- WHAT THE TASK ASKS -
Copy each line from the records below in which the word "CellOutput" is found.

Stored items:

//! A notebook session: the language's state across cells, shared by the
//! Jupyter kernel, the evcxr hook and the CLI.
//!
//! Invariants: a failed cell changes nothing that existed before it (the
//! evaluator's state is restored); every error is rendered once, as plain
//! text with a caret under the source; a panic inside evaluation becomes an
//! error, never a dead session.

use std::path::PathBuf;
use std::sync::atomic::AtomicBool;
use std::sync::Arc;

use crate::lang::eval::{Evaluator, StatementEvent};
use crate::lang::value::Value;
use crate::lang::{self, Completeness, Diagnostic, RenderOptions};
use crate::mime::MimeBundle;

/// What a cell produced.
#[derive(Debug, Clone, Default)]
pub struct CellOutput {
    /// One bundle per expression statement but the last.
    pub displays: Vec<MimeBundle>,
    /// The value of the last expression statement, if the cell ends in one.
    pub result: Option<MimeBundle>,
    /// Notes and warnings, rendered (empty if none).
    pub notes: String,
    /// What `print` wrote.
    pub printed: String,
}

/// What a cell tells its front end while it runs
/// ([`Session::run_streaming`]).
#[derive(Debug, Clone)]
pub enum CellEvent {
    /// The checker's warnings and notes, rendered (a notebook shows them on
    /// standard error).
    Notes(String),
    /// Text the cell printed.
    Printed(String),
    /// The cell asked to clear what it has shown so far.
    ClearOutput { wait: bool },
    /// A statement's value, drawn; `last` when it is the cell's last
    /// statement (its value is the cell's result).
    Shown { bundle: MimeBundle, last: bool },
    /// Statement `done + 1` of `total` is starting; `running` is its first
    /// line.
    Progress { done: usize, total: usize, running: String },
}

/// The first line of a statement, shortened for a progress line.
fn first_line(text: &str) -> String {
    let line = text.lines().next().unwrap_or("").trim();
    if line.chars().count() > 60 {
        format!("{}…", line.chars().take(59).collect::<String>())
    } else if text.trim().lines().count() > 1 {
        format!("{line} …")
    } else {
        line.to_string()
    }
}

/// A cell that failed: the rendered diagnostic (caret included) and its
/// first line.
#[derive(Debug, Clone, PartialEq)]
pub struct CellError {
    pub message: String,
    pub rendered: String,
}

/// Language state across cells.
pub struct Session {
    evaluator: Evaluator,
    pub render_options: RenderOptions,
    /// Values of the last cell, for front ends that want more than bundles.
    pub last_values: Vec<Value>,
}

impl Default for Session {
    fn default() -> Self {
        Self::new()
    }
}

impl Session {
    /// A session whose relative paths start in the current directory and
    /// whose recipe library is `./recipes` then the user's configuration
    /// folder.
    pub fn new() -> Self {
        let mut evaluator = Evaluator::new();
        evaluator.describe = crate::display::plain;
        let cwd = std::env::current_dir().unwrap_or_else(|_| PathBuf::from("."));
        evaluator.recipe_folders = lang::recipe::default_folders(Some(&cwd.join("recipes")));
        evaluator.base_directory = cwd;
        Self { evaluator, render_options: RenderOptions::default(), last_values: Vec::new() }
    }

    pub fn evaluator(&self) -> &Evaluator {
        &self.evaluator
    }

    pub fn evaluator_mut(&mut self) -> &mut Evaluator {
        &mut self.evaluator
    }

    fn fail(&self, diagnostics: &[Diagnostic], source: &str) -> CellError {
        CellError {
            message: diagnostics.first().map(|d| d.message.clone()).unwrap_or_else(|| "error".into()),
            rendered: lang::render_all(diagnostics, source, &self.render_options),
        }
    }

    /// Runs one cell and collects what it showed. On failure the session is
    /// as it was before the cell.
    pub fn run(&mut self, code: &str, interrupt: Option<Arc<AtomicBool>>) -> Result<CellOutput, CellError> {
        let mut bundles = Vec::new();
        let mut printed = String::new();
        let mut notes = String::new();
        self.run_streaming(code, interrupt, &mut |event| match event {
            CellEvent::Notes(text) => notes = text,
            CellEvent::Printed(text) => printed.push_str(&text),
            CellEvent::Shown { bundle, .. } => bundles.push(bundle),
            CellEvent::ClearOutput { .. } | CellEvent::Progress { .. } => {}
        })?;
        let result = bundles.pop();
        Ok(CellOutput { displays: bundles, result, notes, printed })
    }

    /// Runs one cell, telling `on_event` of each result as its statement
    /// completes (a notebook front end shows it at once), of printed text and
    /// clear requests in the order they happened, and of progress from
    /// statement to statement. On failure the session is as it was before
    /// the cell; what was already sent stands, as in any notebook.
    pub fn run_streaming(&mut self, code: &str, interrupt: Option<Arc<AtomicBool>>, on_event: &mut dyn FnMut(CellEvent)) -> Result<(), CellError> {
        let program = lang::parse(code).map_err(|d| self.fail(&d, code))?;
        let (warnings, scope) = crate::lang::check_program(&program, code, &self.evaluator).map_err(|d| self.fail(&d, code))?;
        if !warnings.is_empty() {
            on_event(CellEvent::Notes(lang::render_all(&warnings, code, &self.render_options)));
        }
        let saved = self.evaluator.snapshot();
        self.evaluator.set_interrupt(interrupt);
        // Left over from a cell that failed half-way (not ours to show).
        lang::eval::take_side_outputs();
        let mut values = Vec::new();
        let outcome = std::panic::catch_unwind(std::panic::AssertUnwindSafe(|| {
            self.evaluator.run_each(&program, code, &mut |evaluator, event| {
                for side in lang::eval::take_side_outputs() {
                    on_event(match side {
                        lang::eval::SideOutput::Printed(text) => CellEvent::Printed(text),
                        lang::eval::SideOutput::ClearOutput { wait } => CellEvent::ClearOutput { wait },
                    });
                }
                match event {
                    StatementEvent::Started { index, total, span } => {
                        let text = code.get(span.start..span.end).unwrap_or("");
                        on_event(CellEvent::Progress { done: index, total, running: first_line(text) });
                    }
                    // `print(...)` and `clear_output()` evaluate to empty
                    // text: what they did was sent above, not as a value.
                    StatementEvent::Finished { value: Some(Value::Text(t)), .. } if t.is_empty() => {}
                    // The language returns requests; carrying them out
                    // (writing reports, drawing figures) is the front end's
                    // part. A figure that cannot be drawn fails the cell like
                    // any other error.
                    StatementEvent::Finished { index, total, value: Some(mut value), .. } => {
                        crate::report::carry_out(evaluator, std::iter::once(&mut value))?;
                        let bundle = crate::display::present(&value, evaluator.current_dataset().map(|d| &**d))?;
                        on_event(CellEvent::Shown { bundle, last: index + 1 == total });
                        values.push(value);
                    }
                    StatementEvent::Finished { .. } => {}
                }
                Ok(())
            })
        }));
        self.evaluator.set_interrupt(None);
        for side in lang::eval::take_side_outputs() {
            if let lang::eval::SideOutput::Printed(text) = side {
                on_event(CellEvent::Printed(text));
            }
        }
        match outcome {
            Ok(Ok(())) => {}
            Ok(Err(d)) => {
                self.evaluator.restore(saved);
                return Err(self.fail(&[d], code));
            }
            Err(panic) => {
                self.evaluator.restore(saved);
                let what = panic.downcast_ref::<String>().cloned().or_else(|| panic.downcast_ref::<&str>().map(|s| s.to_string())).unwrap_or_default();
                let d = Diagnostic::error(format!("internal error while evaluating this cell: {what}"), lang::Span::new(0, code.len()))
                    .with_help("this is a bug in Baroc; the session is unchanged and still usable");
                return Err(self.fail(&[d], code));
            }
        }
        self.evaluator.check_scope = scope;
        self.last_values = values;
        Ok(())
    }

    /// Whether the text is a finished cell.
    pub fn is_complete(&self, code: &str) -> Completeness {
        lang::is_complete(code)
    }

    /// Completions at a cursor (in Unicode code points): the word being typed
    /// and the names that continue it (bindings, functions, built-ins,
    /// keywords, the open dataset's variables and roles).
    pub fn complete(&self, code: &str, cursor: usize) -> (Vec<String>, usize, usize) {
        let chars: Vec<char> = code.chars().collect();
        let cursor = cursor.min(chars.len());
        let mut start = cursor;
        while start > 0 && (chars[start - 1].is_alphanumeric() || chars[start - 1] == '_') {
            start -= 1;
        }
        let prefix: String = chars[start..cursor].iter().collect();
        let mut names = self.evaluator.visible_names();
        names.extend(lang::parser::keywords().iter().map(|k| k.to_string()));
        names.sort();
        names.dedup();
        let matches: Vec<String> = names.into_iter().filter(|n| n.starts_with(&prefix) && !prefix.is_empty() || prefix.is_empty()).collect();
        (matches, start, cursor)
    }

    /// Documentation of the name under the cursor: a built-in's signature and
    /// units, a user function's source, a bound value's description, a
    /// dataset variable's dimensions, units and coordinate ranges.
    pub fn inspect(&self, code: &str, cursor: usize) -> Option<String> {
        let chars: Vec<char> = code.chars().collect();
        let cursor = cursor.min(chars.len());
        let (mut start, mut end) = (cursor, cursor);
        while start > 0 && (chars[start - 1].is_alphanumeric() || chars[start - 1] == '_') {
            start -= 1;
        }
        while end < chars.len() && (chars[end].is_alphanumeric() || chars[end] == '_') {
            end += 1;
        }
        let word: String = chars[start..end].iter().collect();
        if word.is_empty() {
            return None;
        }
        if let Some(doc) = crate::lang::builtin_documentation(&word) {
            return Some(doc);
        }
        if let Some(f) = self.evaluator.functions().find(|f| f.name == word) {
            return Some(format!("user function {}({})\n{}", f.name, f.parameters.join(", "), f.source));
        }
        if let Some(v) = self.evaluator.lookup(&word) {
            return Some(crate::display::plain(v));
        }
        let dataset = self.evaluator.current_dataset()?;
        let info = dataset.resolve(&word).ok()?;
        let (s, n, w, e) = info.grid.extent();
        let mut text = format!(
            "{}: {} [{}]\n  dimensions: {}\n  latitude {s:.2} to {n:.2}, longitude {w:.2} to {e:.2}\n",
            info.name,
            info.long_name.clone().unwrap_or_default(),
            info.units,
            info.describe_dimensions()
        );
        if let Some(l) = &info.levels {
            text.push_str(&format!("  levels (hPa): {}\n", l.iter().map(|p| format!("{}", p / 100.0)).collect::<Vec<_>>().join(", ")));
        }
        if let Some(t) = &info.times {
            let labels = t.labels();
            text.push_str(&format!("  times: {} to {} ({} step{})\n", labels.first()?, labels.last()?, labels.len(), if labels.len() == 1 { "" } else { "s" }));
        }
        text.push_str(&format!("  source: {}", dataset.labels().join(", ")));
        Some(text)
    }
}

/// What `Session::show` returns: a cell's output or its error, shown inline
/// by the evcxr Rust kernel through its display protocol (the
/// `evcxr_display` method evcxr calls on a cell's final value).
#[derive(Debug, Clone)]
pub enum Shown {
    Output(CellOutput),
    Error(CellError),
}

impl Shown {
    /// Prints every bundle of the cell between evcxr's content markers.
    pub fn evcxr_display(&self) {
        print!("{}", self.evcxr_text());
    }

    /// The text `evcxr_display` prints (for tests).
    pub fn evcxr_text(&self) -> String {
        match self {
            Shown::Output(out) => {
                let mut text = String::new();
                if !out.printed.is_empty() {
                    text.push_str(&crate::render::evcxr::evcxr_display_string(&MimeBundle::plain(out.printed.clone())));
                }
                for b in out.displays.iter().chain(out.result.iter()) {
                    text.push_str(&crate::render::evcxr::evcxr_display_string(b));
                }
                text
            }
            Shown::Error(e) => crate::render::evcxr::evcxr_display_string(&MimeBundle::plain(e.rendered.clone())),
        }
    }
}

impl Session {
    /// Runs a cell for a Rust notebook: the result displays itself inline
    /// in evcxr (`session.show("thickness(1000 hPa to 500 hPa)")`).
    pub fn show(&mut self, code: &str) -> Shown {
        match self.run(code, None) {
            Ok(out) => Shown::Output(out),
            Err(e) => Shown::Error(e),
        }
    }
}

- ANSWER SECTION -
pub struct CellOutput {
    pub fn run(&mut self, code: &str, interrupt: Option<Arc<AtomicBool>>) -> Result<CellOutput, CellError> {
        Ok(CellOutput { displays: bundles, result, notes, printed })
    Output(CellOutput),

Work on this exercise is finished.